Matter of Employers Ins. Co. of Wausau v Dominion Ins. Receivable LLC
2024 NY Slip Op 05278 [231 AD3d 617]
October 24, 2024
Appellate Division, First Department
Published by New York State Law Reporting Bureau pursuant to Judiciary Law § 431.
As corrected through Wednesday, December 11, 2024


[*1]
 In the Matter of Employers Insurance Company of Wausau, Appellant,
v
Dominion Insurance Receivable LLC, Respondent.

Gerber Ciano Kelly Brady LLP, Albany (Matthew S. Lerner of counsel), and Larson King, LLP, St. Paul, MN (Michael J. Steinlage of the bar of the State of Minnesota, admitted pro hac vice, of counsel), for appellant.

Calinoff & Katz LLP, New York (Robert A. Calinoff of counsel), for respondent.

Order, Supreme Court, New York County (Margaret Chan, J.), entered on or about June 21, 2023, which denied the petition seeking a stay of an arbitration initiated by respondent, a declaration that the arbitration was governed by an assignment agreement subjecting the dispute to the exclusive jurisdiction of Supreme Court, a declaration finding the respondent is not entitled to assert a recoverables claim against petitioner, and a declaration that the claim for recoverables is barred by the statute of limitations, and granted respondent's cross-motion to compel the arbitration, unanimously affirmed, with costs.

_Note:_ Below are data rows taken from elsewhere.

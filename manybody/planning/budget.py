"""Budget planning (docs/design.md section 6): snapshots needed per depth for a target error.

Per snapshot the estimator of a Pauli P has variance 1/lambda_P - <P>^2 for
these Clifford ensembles. Without knowing the state the planner uses the
worst cases:

- a single Pauli (one-site, correlations): 1/lambda_P;
- a Pauli sum (energy, energy per site): (sum_P |c_P| / sqrt(lambda_P))^2;
- a purity of k sites, a U-statistic of order two (Hoeffding, Ann. Math. Stat.
  19, 293 (1948)): Var ~ 4 V1 / N + 2 V2 / N^2 with
  V1 = 4^-k sum_P 1/lambda_P and V2 = 4^-k sum_P 1/lambda_P^2 over the Paulis on A.

With a pilot shadow the estimated <P> replace the worst cases: a single
Pauli gets 1/lambda_P - <P>^2; the energy gets, for the local ensemble, the
exact sum over pairs of terms sum c_P c_Q 3^|P n Q| <PQ> - <H>^2 (terms that
agree where they overlap); for circuit ensembles the same sum with the joint
visibility Pr(P and Q both Z-type) averaged over 20000 random settings.

Shots of one setting share U, so they are not independent. For a Pauli,
given U the estimate is <P>/lambda_P when U P U^dag is Z-type (probability
lambda_P for these ensembles) and 0 otherwise, with outcome variance
(1 - <P>^2)/lambda_P^2 when visible. The mean of K shots of one setting has

    Var = Var_U(E[o|U]) + E_U[Var(o|U)]/K = <P>^2 (1/lambda - 1) + (1 - <P>^2)/(lambda K),

which is 1/lambda - <P>^2 at K = 1; for sums of Paulis the between-setting
part is sum c_P c_Q <P><Q> J(P, Q)/(lambda_P lambda_Q) - <H>^2 (J: both
visible in one setting; 3^|P n Q| on the local ensemble). M settings reach
error eps when M = Var/eps^2. The worst cases take <P>^2 = 1 or 0, whichever
is larger; for sums, the Cauchy-Schwarz bound for both parts.

A cost model (a time per setting change and per shot) turns settings x shots
into hours; without a fixed number of shots the planner picks the cheapest
from SHOT_CHOICES at every depth, and recommends the cheapest depth among
those that ``estimate`` accepts (circuit-ensemble purities are capped at
PAULI_VECTOR_MAX_QUBITS of the purity accumulator).
"""

from __future__ import annotations

import numpy as np
import xarray as xr

from hamiltonians.pauli import PauliExpansion
from manybody.measure.ensembles import LocalEnsemble, ShallowEnsemble
from manybody.measure.paulis import pauli_string_codes, paulis_on
from manybody.measure.prepare import coupling_of

#: random settings over which the joint visibility of two terms is averaged
COVARIANCE_SETTINGS = 20000
#: default costs in seconds (common practice, no source): a new setting (compile, load, calibrate
#: the pulses) and one shot (state preparation, circuit, readout, reset)
SETTING_TIME = 0.1
SHOT_TIME = 1e-3
#: shots per setting the planner chooses from when none is given
SHOT_CHOICES = (1, 2, 5, 10, 20, 50, 100, 200, 500, 1000, 2000, 5000)


def _ensemble(model, depth: int):
    if depth == 0:
        return LocalEnsemble(model.n_qubits)
    return ShallowEnsemble(model.n_qubits, depth, coupling_of(model))


def _codes(op: PauliExpansion) -> np.ndarray:
    return pauli_string_codes(op.x_bits, op.z_bits)


def energy_variance_bound(op: PauliExpansion, ens) -> float:
    codes = _codes(op)
    lam = np.array([ens.eigenvalue(c != 0) for c in codes])
    return float(np.sum(np.abs(op.coeffs) / np.sqrt(lam)) ** 2)


def energy_variance_with_expectations(op: PauliExpansion, ens, expectation) -> float:
    """Per-snapshot variance of sum c_P o_P given <P> for the needed Paulis (``expectation(op) -> array``)."""
    return energy_variances(op, ens, expectation)[0]


def energy_variances(op: PauliExpansion, ens, expectation) -> tuple[float, float]:
    """(per-snapshot variance, between-setting variance Var_U E[sum c_P o_P | U]) given the <P>.

    Local ensemble: E[o_P o_Q] = 3^|P n Q| <PQ> and E_U[E[o_P|U] E[o_Q|U]] = 3^|P n Q| <P><Q> when P
    and Q carry the same letter on every shared qubit, else 0 (each shared site must be measured in its
    letter, 1/3, and gives 3^2; Huang, Kueng, Preskill, Nat. Phys. 16, 1050 (2020), local shadow norm).
    Circuit ensembles: the same with 3^|P n Q| replaced by J(P, Q)/(lambda_P lambda_Q) and <PQ> by s <R>
    (PQ = s R), J the probability that both turn Z-type in one setting, averaged over random settings.
    """
    codes = _codes(op)
    coeffs = op.coeffs.real
    values = expectation(op)
    mean = float(coeffs @ values)
    if ens.kind == "local" or ens.depth == 0:
        x, z = op.x_bits, op.z_bits
        sup = x | z
        both = sup[:, None, :] & sup[None, :, :]
        agree = np.all(~both | ((x[:, None] == x[None]) & (z[:, None] == z[None])), axis=2)
        i, j = np.nonzero(agree)
        weight = 3.0 ** np.count_nonzero(sup[i] & sup[j], axis=1)
        products = PauliExpansion(op.n_qubits, op.x[i] ^ op.x[j], op.z[i] ^ op.z[j], np.ones(len(i)))
        snapshot = float(np.sum(coeffs[i] * coeffs[j] * weight * expectation(products)))
        between = float(np.sum(coeffs[i] * coeffs[j] * weight * values[i] * values[j]))
        return max(snapshot - mean**2, 0.0), max(between - mean**2, 0.0)
    from hamiltonians.pauli import product_phase
    from manybody.measure.propagation import setting_factors

    lam = np.array([ens.eigenvalue(c != 0) for c in codes])
    settings = ens.draw(COVARIANCE_SETTINGS, np.random.default_rng(12345))
    visible = np.stack([setting_factors(c, ens, settings)[1] != 0 for c in codes], axis=1).astype(float)
    joint = visible.T @ visible / len(settings)
    i, j = np.nonzero(joint)
    x3, z3, k = product_phase(op.x[i], op.z[i], op.x[j], op.z[j])
    sign = np.where(k % 4 == 0, 1.0, -1.0)  # visible pairs commute: PQ = +-R
    expect_r = expectation(PauliExpansion(op.n_qubits, x3, z3, np.ones(len(i))))
    scale = coeffs[i] * coeffs[j] * joint[i, j] / (lam[i] * lam[j])
    snapshot = float(np.sum(scale * sign * expect_r))
    between = float(np.sum(scale * values[i] * values[j]))
    return max(snapshot - mean**2, 0.0), max(between - mean**2, 0.0)


def setting_variance(snapshot: float, between: float, shots: int) -> float:
    """Variance of the mean of K shots of one setting: between + (snapshot - between)/K."""
    return between + (snapshot - between) / shots


def pauli_setting_variance(lam: float, shots: int, p=None) -> np.ndarray:
    """<P>^2 (1/lambda - 1) + (1 - <P>^2)/(lambda K); without <P> the larger of <P>^2 = 1 and 0."""
    if p is None:
        return np.maximum(1 / lam - 1, 1 / (lam * shots))
    p2 = np.asarray(p, float) ** 2
    return p2 * (1 / lam - 1) + (1 - p2) / (lam * shots)


def pilot_expectations(shadow):
    """<P> estimated from a pilot shadow: a callable PauliExpansion -> array, for the planner."""
    from manybody.measure.propagation import snapshot_values

    positions, bits = shadow.snapshots()
    ens, settings = shadow.ensemble, shadow.settings

    def expectation(op: PauliExpansion) -> np.ndarray:
        out = np.empty(len(op))
        for t, c in enumerate(_codes(op)):
            if not c.any():
                out[t] = 1.0
                continue
            out[t] = snapshot_values(c, ens, settings, positions, bits).mean() / ens.eigenvalue(c != 0)
        return np.clip(out, -1, 1)

    return expectation


def purity_snapshots(qubits, ens, eps: float, expectation=None) -> float:
    """N with 4 V1/N + 2 V2/N^2 = eps^2 (V1, V2 of the purity U-statistic; V1 from a pilot when given)."""
    v1, v2 = _purity_moments(qubits, ens, expectation)
    return float((4 * v1 + np.sqrt(16 * v1**2 + 8 * eps**2 * v2)) / (2 * eps**2))


#: a pilot enters the purity variance only up to this many qubits (4^k expectation values)
PILOT_PURITY_MAX_QUBITS = 5


def _purity_moments(qubits, ens, expectation):
    """V1 = 4^-k sum_P w_P / lambda_P - (pilot) P^2 and V2 = 4^-k sum_P 1/lambda_P^2 over the Paulis on A.

    Worst case w_P = 1; with a pilot w_P = <P>^2 (diagonal P = Q terms only, an estimate of the scale).
    """
    k = len(qubits)
    inv_sum, inv2_sum = _inverse_eigenvalue_sums(qubits, ens)
    v2 = inv2_sum / 4**k
    if expectation is None or k > PILOT_PURITY_MAX_QUBITS:
        return inv_sum / 4**k, v2
    codes = paulis_on(qubits, ens.n_qubits)
    inv = np.array([1.0] + [1 / ens.eigenvalue(c != 0) for c in codes[1:]])
    x = (codes == 1) | (codes == 3)  # codes: 0 I, 1 X, 2 Z, 3 Y
    z = (codes == 2) | (codes == 3)
    p2 = np.asarray(expectation(PauliExpansion.from_bits(x, z, np.ones(len(codes)))), float) ** 2
    p2[0] = 1.0
    purity = p2.sum() / 2**k
    return float(max(np.sum(p2 * inv) / 4**k - purity**2, 1e-12)), v2


def _inverse_eigenvalue_sums(qubits, ens) -> tuple[float, float]:
    """sum_P 1/lambda_P and sum_P 1/lambda_P^2 over the 4^k Paulis on A, by supports (3^|S| Paulis each).

    Local ensemble: lambda_S = 3^-|S|, so the sums are 10^k and 28^k.
    """
    k = len(qubits)
    if ens.kind == "local" or ens.depth == 0:
        return 10.0**k, 28.0**k
    masks = (np.arange(2**k)[:, None] >> np.arange(k)) & 1
    inv1 = inv2 = 0.0
    for mask in masks:
        support = np.zeros(ens.n_qubits, dtype=bool)
        support[np.asarray(qubits)[mask == 1]] = True
        weight, inv = 3.0 ** mask.sum(), 1.0 / ens.eigenvalue(support) if mask.any() else 1.0
        inv1, inv2 = inv1 + weight * inv, inv2 + weight * inv**2
    return inv1, inv2


def plan(model, eps: float, depths=(0, 1, 2, 3, 4), distance: int = 1, subsystems=(), expectation=None,
         shots: int | None = None, setting_time: float = SETTING_TIME, shot_time: float = SHOT_TIME,
         observables=(), target=None) -> xr.Dataset:
    """Settings x shots needed at each depth for energy, energy per site, correlations up to ``distance``, purities.

    ``expectation`` (optional, from a pilot shadow) maps a PauliExpansion to the
    estimated <P> of its strings; every column then uses it. ``shots`` fixes the
    shots per setting; None picks the cheapest of SHOT_CHOICES under the cost
    model (seconds per setting change and per shot). Per target the table gives
    snapshots = settings x shots; ``settings`` is the largest requirement.
    ``observables``: (name, PauliExpansion) pairs, the worst of them in column
    ``observable``; ``target``: a dense state vector whose fidelity column is
    the variance of the fidelity estimator on the target itself.
    """
    pairs = _pairs(model, distance)
    choices = (int(shots),) if shots else SHOT_CHOICES
    columns = ("energy", "energy_density", "correlation", "purity") + (("observable",) if len(observables) else ()) \
        + (("fidelity",) if target is not None else ())
    rows = {name: [] for name in columns + ("settings", "shots", "snapshots", "time")}
    allowed, lower = [], []
    for d in depths:
        ens = _ensemble(model, d)
        targets = _targets(model, ens, pairs, subsystems, expectation, eps)
        targets.update(_more_targets(ens, observables, target, expectation, eps))
        if targets.pop("fidelity_lower_estimate", False):
            lower.append(int(d))
        best = None
        for k in choices:
            need = {name: max((f(k) for f in targets[name]), default=0.0) for name in columns}
            settings = float(np.ceil(max(need.values())))
            cost = settings * (setting_time + k * shot_time)
            if best is None or cost < best[0]:
                best = (cost, k, settings, need)
        cost, k, settings, need = best
        for name in columns:
            rows[name].append(np.ceil(need[name]) * k)
        rows["settings"].append(settings)
        rows["shots"].append(k)
        rows["snapshots"].append(settings * k)
        rows["time"].append(cost)
        allowed.append(np.isfinite(cost))
    ds = xr.Dataset({name: (("depth",), np.array(v, dtype=float)) for name, v in rows.items()},
                    coords={"depth": list(depths)})
    times = np.where(allowed, ds["time"].values, np.inf)
    best = int(np.argmin(times))
    ds.attrs.update(error=eps, distance=distance, shots_per_setting=int(shots) if shots else 0,
                    recommended_depth=int(depths[best]) if np.isfinite(times[best]) else -1,
                    recommended_settings=float(ds["settings"].values[best]),
                    recommended_shots=int(ds["shots"].values[best]), setting_time=setting_time,
                    shot_time=shot_time, method="pilot" if expectation is not None else "worst case")
    if "fidelity" in ds:
        ds["fidelity"].attrs["lower_estimate_at_depths"] = np.array(lower, dtype=np.int64)
    return ds


def _pairs(model, distance):
    """Qubit pairs within the graph distance on the lattice (spin models only)."""
    import networkx as nx

    lat = model.lattice
    if model.n_qubits != lat.n_sites:
        return []
    graph = nx.Graph(lat.bonds.tolist())
    graph.add_nodes_from(range(lat.n_sites))
    return [(a, b) for a, dist in nx.all_pairs_shortest_path_length(graph, cutoff=distance)
            for b, d in dist.items() if 0 < d <= distance and a < b]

The court properly concluded that petitioner participated in the subject arbitration and is therefore precluded from seeking a stay pursuant to CPLR 7503 (b) (see Matter of ROM Reins. Mgt. Co., Inc. v Continental Ins. Co., Inc., 128 AD3d 570, 570 [1st Dept 2015]; Matter of North Riv. Ins. Co. [Morgan], 291 AD2d 230, 233 [1st Dept 2002]). We note that in addition to selecting an arbitrator, petitioner also engaged in other conduct manifesting a preference inconsistent with its subsequent effort to stay arbitration, including, among other things, negotiating an agreement governing some of the arbitration procedures and representing to respondent that the arbitrators could proceed to selecting an umpire if the parties' attempts at resolution were unsuccessful. The merits of petitioner's arguments, including the timeliness of respondent's claim and petitioner's contention that respondent lacks standing since no claims against petitioner were assigned to it, are matters which may be addressed in the arbitration proceeding (see CPLR 7501; Matter of Board of Educ. of Watertown City School Dist. [Watertown Educ. Assn.], 93 NY2d 132, 142 [1999]; Matter of ROM Reins. Mgt. Co., Inc. at 570).

We have considered petitioner's remaining arguments and find them unavailing. Concur—Oing, J.P., Singh, Gesmer, González, Pitt-Burke, JJ.